Acordo UE-Mercosul corta tarifas e reacende debate sobre ambiente e agricultura

Acordo UE-Mercosul corta tarifas e reacende debate sobre ambiente e agricultura

A Comissão Europeia prepara-se para apresentar ao Parlamento e aos Estados-membros o acordo comercial negociado com o Mercosul. O texto prevê a eliminação gradual da maioria das tarifas entre os dois blocos e inclui disposições sobre quotas agrícolas, contratação pública e protecção de indicações geográficas.

Tarifas e quotas agrícolas

Segundo o documento, o Mercosul compromete-se a suprimir direitos aduaneiros sobre 91 % das exportações europeias num período de quinze anos, colocando fim aos actuais 35 % aplicados aos automóveis, entre outros produtos. Em sentido inverso, a União Europeia eliminará tarifas sobre 92 % das exportações sul-americanas no máximo em dez anos.

O acordo abrange igualmente bens agrícolas. Países do Mercosul retirarão taxas hoje impostas a vinhos europeus (17 %) e a bebidas espirituosas (20-35 %). Para mercadorias sensíveis, Bruxelas propõe quotas adicionais: destaque para 99 000 toneladas métricas de carne bovina isentas de direitos, além de volumes para aves, suínos, açúcar, etanol, arroz, mel e milho.
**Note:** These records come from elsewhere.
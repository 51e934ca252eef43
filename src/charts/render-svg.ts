/** A figure as SVG text, without a page: for downloads, archives, reports and tests. */
import type { EChartsOption } from 'echarts';
import { echarts } from './echarts-modules.ts';
import type { ChartTheme } from './palette.ts';

/** `widthPx` × `heightPx`; the background is the theme's panel so that the picture stands on its own. */
export function renderSvg(
  option: EChartsOption,
  size: { widthPx: number; heightPx: number; theme: ChartTheme },
): string {
  const chart = echarts.init(null, null, { renderer: 'svg', ssr: true, width: size.widthPx, height: size.heightPx });
  try {
    chart.setOption({ ...option, backgroundColor: size.theme.panel });
    return chart.renderToSVGString();
  } finally {
    chart.dispose();
  }
}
Em contrapartida, o Mercosul concede à UE uma quota livre de impostos de 30 000 toneladas de queijo, bem como contingentes para leite em pó e fórmulas infantis.

O texto reconhece 350 indicações geográficas europeias, como Parmigiano Reggiano, visando travar imitações nos mercados sul-americanos.

Argumentos favoráveis

A Comissão, apoiada por governos como Alemanha e Espanha, defende que o pacto é o maior já concluído pela União em matéria de reduções alfandegárias, estimando um alívio anual superior a 4 mil milhões de euros em taxas sobre exportações europeias. Bruxelas sustenta que a UE obterá vantagem competitiva devido ao reduzido número de acordos de livre-comércio em que o Mercosul participa.

Outro ponto sublinhado pelos proponentes é o acesso de empresas europeias a concursos públicos em Argentina, Brasil, Paraguai e Uruguai em condições equivalentes às firmas locais — oportunidade nunca concedida pelo bloco sul-americano noutros tratados. Além disso, o texto proíbe taxas de exportação sobre a maioria dos minerais considerados essenciais, como lítio, contribuindo para a estratégia europeia de diminuir dependência da China em cadeias de valor críticas.

No plano agrícola, a Comissão enfatiza que a carne adicional representaria apenas 1,6 % do consumo bovino comunitário e 1,4 % do consumo de aves, apontando as 200 000 toneladas já importadas anualmente como prova de compatibilidade com as normas sanitárias europeias. O acordo contempla ainda salvaguardas que podem ser activadas caso surjam perturbações de mercado.

Principais críticas e obstáculos

Organizações ambientalistas, lideradas pela Friends of the Earth, classificam o pacto como «destruidor do clima». Argumentam que a procura acrescida de produtos agro-alimentares sul-americanos incentivará o desmatamento, sobretudo na Amazónia, com impactos negativos para biodiversidade e direitos humanos.

Dentro da União, França, Itália e Polónia manifestaram reservas. Paris condiciona a ratificação a garantias de protecção para a agricultura francesa e europeia, enquanto Roma e Varsóvia partilham preocupações semelhantes. Juntos, estes três Estados dispõem de votos suficientes para travar a aprovação final.

Sindicatos agrícolas europeus têm promovido protestos, alertando para a entrada de matérias-primas a baixo custo, especialmente carne bovina, alegadamente produzidas com padrões ambientais e sanitários menos exigentes. A Comissão insiste que a legislação da UE não será flexibilizada. O texto inclui compromissos ambientais, entre os quais a meta de evitar novo desflorestamento após 2030, mas activistas consideram que as disposições carecem de mecanismos de execução eficazes.

Próximos passos

Após a apresentação formal, o acordo terá de ser aprovado pelo Parlamento Europeu e ratificado pelos 27 Estados-membros. O processo poderá prolongar-se, dado o debate político em curso sobre agricultura, clima e autonomia estratégica.